The recent arrest of the living Boston Marathon bomber has raised a tough constitutional question – is he entitled to warnings under Miranda v. Arizona? Dzhokhar Tsarnaev was questioned for 16 hours before he was given the warnings. Tsarnaev is an American citizen, arrested in America, and it would be difficult to consider him an “enemy combatant,” which could lead to him being detained indefinitely without any rights. The Obama administration is not considering him an enemy combatant. He is being treated as a criminal defendant, with due process rights, and he is in the criminal justice system, just as other U.S. citizens accused of terrorism have been.
The Tsarnaev case raises the question of the “public safety” exception to the Miranda rule. In the case of New York v. Quarles in 1984, the Supreme Court held that police could question a person without the Miranda warnings so long as the questions are focused on, and prompted by, a concern for public safety. In the Quarles case, a man who was suspected of being armed was arrested for rape, and he was found to be wearing a holster that was empty. When he was arrested, he was questioned about where he had put the gun, and he answered the question. The police used his statement to locate the weapon. When the man was then prosecuted for possession of the gun, his statement was used against him. The Supreme Court held that the question was appropriate because it was directly related to a concern about the gun and protecting the public from the possibility of violence involving the man who was arrested.

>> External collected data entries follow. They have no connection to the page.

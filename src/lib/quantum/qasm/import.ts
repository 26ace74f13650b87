/**
 * OpenQASM 2.0 / 3.0 → circuit document. A hand-written recursive-descent reader: gate
 * definitions are expanded at their call sites, modifiers (ctrl, negctrl, inv, pow) applied, and
 * every produced gate item carries the top-level call site as `source` (1-based line, column).
 *
 * Qubit order: a qreg / qubit[n] register becomes a document register with q[0] as bit 0 (LSB).
 * Angles: radian expressions in the file; rational multiples of π with a power-of-two denominator
 * are kept exact (stored as `"k/2^m turn"`), everything else as a float in turns (`"~0.123"`).
 */
import { CIRCUIT_FORMAT, CIRCUIT_VERSION, type BodyItem, type CallItem, type CircuitDocument, type GateItem, type Matrix2, type QubitRef, type SourcePosition, type UserBlock } from '../circuit.js';
import type { Angle } from '../angle.js';
import { lexQasm, QasmError, type Token } from './lexer.js';
import { add, evaluateTokens, exactNum, mul, numToAngle, numToFloat, numToInteger, readPrintedAngle, type Num, type NumScope } from './expr.js';
import { recogniseDecompositions, type PeepholeReport } from './peephole.js';
import { applyRegisterMap, RegisterMapError, type RegisterMapEntry } from './register-map.js';
import { matDagger, matMul, matSqrt, MATRICES, rzMatrix, ryMatrix, u3Matrix, zyz } from './matrix.js';
import { BudgetExceeded, shortInteger, WorkBudget } from '../budget.js';

/** A non-fatal note about the file (skipped statement, lenient reading), with its position. */
export interface QasmWarning {
	line: number;
	column: number;
	message: string;
}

The Miranda case is enforced through use of the “exclusionary rule.” That rule prohibits use of evidence against the accused if the evidence was obtained through a constitutional violation. If the statement is improperly obtained, then the statement cannot be used against the person. One important exception to the exclusionary rule is that such a statement may be used if the person later gets on the witness stand and says something different from what was said in the statement that was excluded.

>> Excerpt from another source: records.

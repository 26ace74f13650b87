// The pixi.js scene behind DialBoard.svelte. Imported dynamically inside onMount only: pixi
// touches `navigator` on import, which would break server rendering.
//
// Angles are in turns; a dial's 0 is at twelve o'clock and angles grow clockwise, as a
// reader expects of a dial (the direction is stated in the board's legend).
import { Application, BitmapText, Circle, Container, extensions, ExtensionType, GlLimitsSystem, Graphics, GraphicsContext, Text, type FederatedPointerEvent } from 'pixi.js';
// The pages' content security policy has no 'unsafe-eval': this swaps pixi's generated shader
// and uniform code (new Function) for prebuilt functions. Imported after pixi.js, before any Application.
import 'pixi.js/unsafe-eval';
import {
	dialAngleText,
	groupByRegister,
	isDiverged,
	layoutDials,
	shortestTurn,
	visibleTickCount,
	type DialLayout,
	type DialQubit
} from '$lib/dials/dial-model';

/**
 * Batches of at most 4 textures (the board draws with two or three: the faces' cache and the
 * labels' glyphs). pixi's batch programs then choose among 4 texture slots, not 16, and software
 * WebGL compiles them much faster: the first frame waited about 0.25 s for them. The pixels are
 * the same; a frame with more textures at once would only take more draw calls.
 */
class DialLimits extends GlLimitsSystem {
	static extension = { type: [ExtensionType.WebGLSystem], name: 'limits' } as const;
	contextChange(): void {
		super.contextChange();
		this.maxBatchableTextures = Math.min(this.maxBatchableTextures, 4);
	}
}
// Before the first renderer: the first system named 'limits' is the one renderers use.
extensions.remove(GlLimitsSystem);
extensions.add(DialLimits);

const C = {
	background: 0x151a24,
	panel: 0x1f2533,
	ring: 0x2d3546,
	tick: 0x9aa0ad,
	paper: 0xf6f1e7,
	needle: 0xf1dccb,
	expected: 0x2f7d6d,
	expectedLight: 0xcfe6df,
	diverged: 0xc2362b,
	selected: 0xb8652f,
	header: 0x9aa0ad
} as const;

const RADIUS = 40;
/**
 * A board narrower than this (a phone) lays its dials out NARROW_PER_ROW a row and starts with
 * them filling its width, from the top, instead of shrinking the whole board into view: the dials
 * stay large enough to read, and the rest is a drag away.
 */
const NARROW = 600;
const NARROW_PER_ROW = 3;
/** Largest first scale of a narrow board: a dial of radius 40 is drawn at most 144 px across. */
const NARROW_MOST = 1.8;
const ANIMATION_MS = 220;

interface Dial {
	q: DialQubit;
	root: Container;
	/** Face, hub and title: cached as one texture, redrawn only when the face changes. */
	still: Container;
	face: Graphics;
	/** Divergence arc: redrawn only when a move ends. */
	arc: Graphics;
	/** Needle drawn once pointing up; turned and scaled by its transform, coloured by tint. */
	needle: Graphics;
	/** Holds the expected-angle marker at twelve o'clock; turned by its transform. */
	expected: Container;
	title: BitmapText;
	sub: BitmapText;
	shown: number; // angle currently drawn (turns)
	from: number;
	to: number;
	t0: number;
	animating: boolean;
	faceKey: string;
}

In the case involving Dzhokhar Tsarnaev, it’s a near certainty that the trial Court will be asked to exclude any statements that he made before he was given Miranda warnings. The Court will be asked to determine whether the questions were designed to address a public safety concern. Such a concern could be whether there were others who helped the Tsarnaev brothers (who may be plotting other crimes) and whether there were other explosive devices in the community that needed to be located and disarmed. If the statements were taken in violation of the Miranda case, then they will be excluded from evidence – unless Mr. Tsarnaev should decide to take the witness stand in his trial and say something different from what he told the FBI.

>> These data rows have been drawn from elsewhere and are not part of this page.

/**
 * Test circuits built from published constructions, as circuit documents (each gate item gets a
 * `source` line = its position in the body, so reports can name lines):
 * - {@link cuccaroAdder}: the ripple-carry adder of Cuccaro, Draper, Kutin, Moulton 2004
 *   (quant-ph/0410184, MAJ and UMA gates, Fig. 2/3 there);
 * - {@link beauregardModAdder}: the doubly controlled modular adder φADD(a)MOD(N) of Beauregard
 *   2003 (quant-ph/0205095, Fig. 5), wrapped here in a QFT and an inverse QFT of b so its spec is
 *   stated in the computational basis;
 * - {@link beauregardCMult}: the controlled modular multiplier CMULT(a)MOD(N) (Fig. 6 there).
 * Faults are the ones a reviewer should catch; `fault` names one.
 *
 * Qubit order: index 0 = LSB. Fourier layout: QFT without swaps, qubit i at level i+1 (it holds
 * b/2^(i+1) turn), so adding a constant k puts p(k/2^(i+1) turn) on qubit i.
 */
import type { BodyItem, CircuitDocument, QubitRef, RegisterSpec } from '../circuit.js';

class Builder {
	body: BodyItem[] = [];
	private n = 0;
	private push(item: Omit<BodyItem, 'id' | 'source'> & Record<string, unknown>): void {
		this.n++;
		this.body.push({ ...item, id: `g${this.n}`, source: { line: this.n, column: 1 } } as BodyItem);
	}
	gate(gate: 'x' | 'cx' | 'ccx' | 'h', ...qubits: QubitRef[]): void {
		this.push({ type: 'gate', gate, qubits });
	}
	phase(qubits: QubitRef[], num: bigint, exp: number): void {
		const m = 1n << BigInt(exp);
		const k = ((num % m) + m) % m;
		if (k === 0n) return;
		const gate = qubits.length === 1 ? 'p' : qubits.length === 2 ? 'cp' : 'mcp';
		this.push({ type: 'gate', gate, qubits, angle: `${k}/${m} turn` });
	}
	qft(register: string, inverse = false): void {
		this.push({ type: inverse ? 'iqft' : 'qft', register, swaps: false });
	}
	doc(title: string, registers: RegisterSpec[], specs: string[], assume?: string[]): CircuitDocument {
		return { format: 'orrery.circuit', version: 1, title, registers, body: this.body, specs, ...(assume ? { assume } : {}) };
	}
}

const q = (register: string, index: number): QubitRef => ({ register, index });

/** Faults of {@link cuccaroAdder}. */
export type CuccaroFault = 'uncompute-cnot-reversed';

/**
 * Cuccaro ripple-carry adder on registers c (1 ancilla), a (n), b (n), z (1, carry out):
 * b ← a + b mod 2^n, z ← (a + b) >> n, a unchanged, c back to 0. Uses MAJ(c_i, b_i, a_i) =
 * CNOT(a→b), CNOT(a→c), Toffoli(c, b→a) and UMA = Toffoli(c, b→a), CNOT(a→c), CNOT(c→b).
 * Fault `uncompute-cnot-reversed`: in the UMA at position ⌊n/2⌋ the CNOT(a→c) runs as CNOT(c→a).
 */
export function cuccaroAdder(n: number, fault?: CuccaroFault): CircuitDocument {
	const B = new Builder();
	const cIn = (i: number) => (i === 0 ? q('c', 0) : q('a', i - 1));
	const maj = (x: QubitRef, y: QubitRef, z: QubitRef) => {
		B.gate('cx', z, y);
		B.gate('cx', z, x);
		B.gate('ccx', x, y, z);
	};
	const uma = (x: QubitRef, y: QubitRef, z: QubitRef, reversed: boolean) => {
		B.gate('ccx', x, y, z);
		if (reversed) B.gate('cx', x, z);
		else B.gate('cx', z, x);
		B.gate('cx', x, y);
	};
	for (let i = 0; i < n; i++) maj(cIn(i), q('b', i), q('a', i));
	B.gate('cx', q('a', n - 1), q('z', 0));
	for (let i = n - 1; i >= 0; i--) uma(cIn(i), q('b', i), q('a', i), fault === 'uncompute-cnot-reversed' && i === n >> 1);
	return B.doc(
		`Cuccaro ripple-carry adder, ${n} bits${fault ? ` (${fault})` : ''}`,
		[
			{ name: 'c', size: 1, role: 'ancilla' },
			{ name: 'a', size: n, role: 'input' },
			{ name: 'b', size: n, role: 'output' },
			{ name: 'z', size: 1, role: 'output' }
		],
		[`b = a + b mod 2^${n}`, `z = (a + b) >> ${n}`]
	);
}

/** Faults of the modular adder. */
export type ModAdderFault = 'no-add-back' | 'wrong-bit' | 'ancilla-dirty';

/** φADD(k) on the Fourier register b (n+1 qubits, unswapped), under `controls`; `sign` −1 subtracts. */
function phiAdd(B: Builder, size: number, k: bigint, controls: QubitRef[], sign: 1n | -1n): void {
	for (let i = 0; i < size; i++) B.phase([...controls, q('b', i)], sign * k, i + 1);
}

/** Beauregard's doubly controlled φADD(a)MOD(N) (Fig. 5) on Fourier b of n+1 qubits, ancilla anc[0]. */
function modAddBody(B: Builder, n: number, N: bigint, a: bigint, controls: QubitRef[], fault?: ModAdderFault): void {
	const size = n + 1;
	const top = q('b', n);
	phiAdd(B, size, a, controls, 1n);
	phiAdd(B, size, N, [], -1n);
	B.qft('b', true);
	B.gate('cx', fault === 'wrong-bit' ? q('b', n - 1) : top, q('anc', 0));
	B.qft('b');
	if (fault !== 'no-add-back') phiAdd(B, size, N, [q('anc', 0)], 1n);
	phiAdd(B, size, a, controls, -1n);
	B.qft('b', true);
	if (fault !== 'ancilla-dirty') {
		B.gate('x', top);
		B.gate('cx', top, q('anc', 0));
		B.gate('x', top);
	}
	B.qft('b');
	phiAdd(B, size, a, controls, 1n);
}

/**
 * Registers c (2 controls), b (n+1), anc (1): b ← (b + a) mod N when c = 3, else b; domain b < N.
 * The paper's gate takes φ(b); here a QFT before and an inverse QFT after make b computational.
 */
export function beauregardModAdder(n: number, N: bigint, a: bigint, fault?: ModAdderFault): CircuitDocument {
	const B = new Builder();
	B.qft('b');
	modAddBody(B, n, N, a, [q('c', 0), q('c', 1)], fault);
	B.qft('b', true);
	return B.doc(
		`Doubly controlled modular adder (+${a} mod ${N}), n = ${n}${fault ? ` (${fault})` : ''}`,
		[
			{ name: 'c', size: 2, role: 'input' },
			{ name: 'b', size: n + 1, role: 'output' },
			{ name: 'anc', size: 1, role: 'ancilla' }
		],
		[`b = c == 3 ? (b + ${a}) mod ${N} : b`],
		[`b < ${N}`]
	);
}

/** Faults of the multiplier. */
export type CMultFault = 'unreduced-constant';

/**
 * Controlled modular multiplier CMULT(a)MOD(N) (Fig. 6): registers c (1), x (n), b (n+1), anc (1):
 * b ← (b + a·x) mod N when c = 1, else b; domain b < N. The i-th modular adder adds 2^i·a mod N
 * under c and x_i. Fault `unreduced-constant`: the first constant 2^i·a that reaches N is added
 * without reducing it mod N.
 */
export function beauregardCMult(n: number, N: bigint, a: bigint, fault?: CMultFault): CircuitDocument {
	const B = new Builder();
	B.qft('b');
	let faulted = false;
	for (let i = 0; i < n; i++) {
		let k = (a << BigInt(i)) % N;
		if (fault === 'unreduced-constant' && !faulted && a << BigInt(i) >= N) {
			k = a << BigInt(i);
			faulted = true;
		}
		modAddBody(B, n, N, k, [q('c', 0), q('x', i)]);
	}
	B.qft('b', true);
	return B.doc(
		`Controlled modular multiplier (+${a}·x mod ${N}), n = ${n}${fault ? ` (${fault})` : ''}`,
		[
			{ name: 'c', size: 1, role: 'input' },
			{ name: 'x', size: n, role: 'input' },
			{ name: 'b', size: n + 1, role: 'output' },
			{ name: 'anc', size: 1, role: 'ancilla' }
		],
		[`b = c == 1 ? (b + ${a}*x) mod ${N} : b`],
		[`b < ${N}`]
	);
}

/**
 * An n-bit Fourier adder b ← a + b mod 2^n (Draper 2000, quant-ph/0008033) as OpenQASM 2 text,
 * QFT without swaps; the adding rotations are `cp` or, with `rotation = 'crz'`, `crz` — which is
 * cp(θ) times a phase −θ/2 on the control (qelib1.inc's definition), so its values are right and
 * its phase depends on a.
 */
export function fourierAdderQasm(n: number, rotation: 'cp' | 'crz' = 'cp'): string {
	const L: string[] = ['OPENQASM 2.0;', 'include "qelib1.inc";', `qreg a[${n}];`, `qreg b[${n}];`];
	for (let i = n - 1; i >= 0; i--) {
		L.push(`h b[${i}];`);
		for (let k = i - 1; k >= 0; k--) L.push(`cp(pi/${2 ** (i - k)}) b[${k}], b[${i}];`);
	}
	for (let j = 0; j < n; j++) for (let k = 0; k <= j; k++) L.push(`${rotation}(pi/${2 ** (j - k)}) a[${k}], b[${j}];`);
	for (let i = 0; i < n; i++) {
		for (let k = 0; k < i; k++) L.push(`cp(-pi/${2 ** (i - k)}) b[${k}], b[${i}];`);
		L.push(`h b[${i}];`);
	}
	return L.join('\n') + '\n';
}

/**
 * The same Fourier adder y ← x + y mod 2^n (Draper 2000, quant-ph/0008033), written on one flat
 * register `q[2n]` as a transpiler might: x is q[0..n−1] least-significant bit first, y is
 * q[n..2n−1] **most-significant bit first** (bit i of y is q[2n−1−i]). The register map that
 * names it is `x=q[0:n−1]`, `y=q[2n−1:−1:n]`.
 */
export function flatFourierAdderQasm(n: number): string {
	const x = (i: number) => `q[${i}]`;
	const y = (i: number) => `q[${2 * n - 1 - i}]`;
	const L: string[] = ['OPENQASM 2.0;', 'include "qelib1.inc";', `qreg q[${2 * n}];`];
	for (let i = n - 1; i >= 0; i--) {
		L.push(`h ${y(i)};`);
		for (let k = i - 1; k >= 0; k--) L.push(`cu1(pi/${2 ** (i - k)}) ${y(k)}, ${y(i)};`);
	}
	for (let j = 0; j < n; j++) for (let k = 0; k <= j; k++) L.push(`cu1(pi/${2 ** (j - k)}) ${x(k)}, ${y(j)};`);
	for (let i = 0; i < n; i++) {
		for (let k = 0; k < i; k++) L.push(`cu1(-pi/${2 ** (i - k)}) ${y(k)}, ${y(i)};`);
		L.push(`h ${y(i)};`);
	}
	return L.join('\n') + '\n';
}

Without knowing the exact questions that the FBI asked Tsarnaev, it’s hard to say how a Court will rule on this issue. If the questions were designed to obtain evidence about other people who may have conspired with the brothers, or about location of other bombs or explosives, the statements made by Mr. Tsarnaev will likely be admitted into evidence. If, in the midst of answering those questions, Mr. Tsarnaev also confessed to planting the devices on the day of the marathon, then the prosecution’s job will be very easy.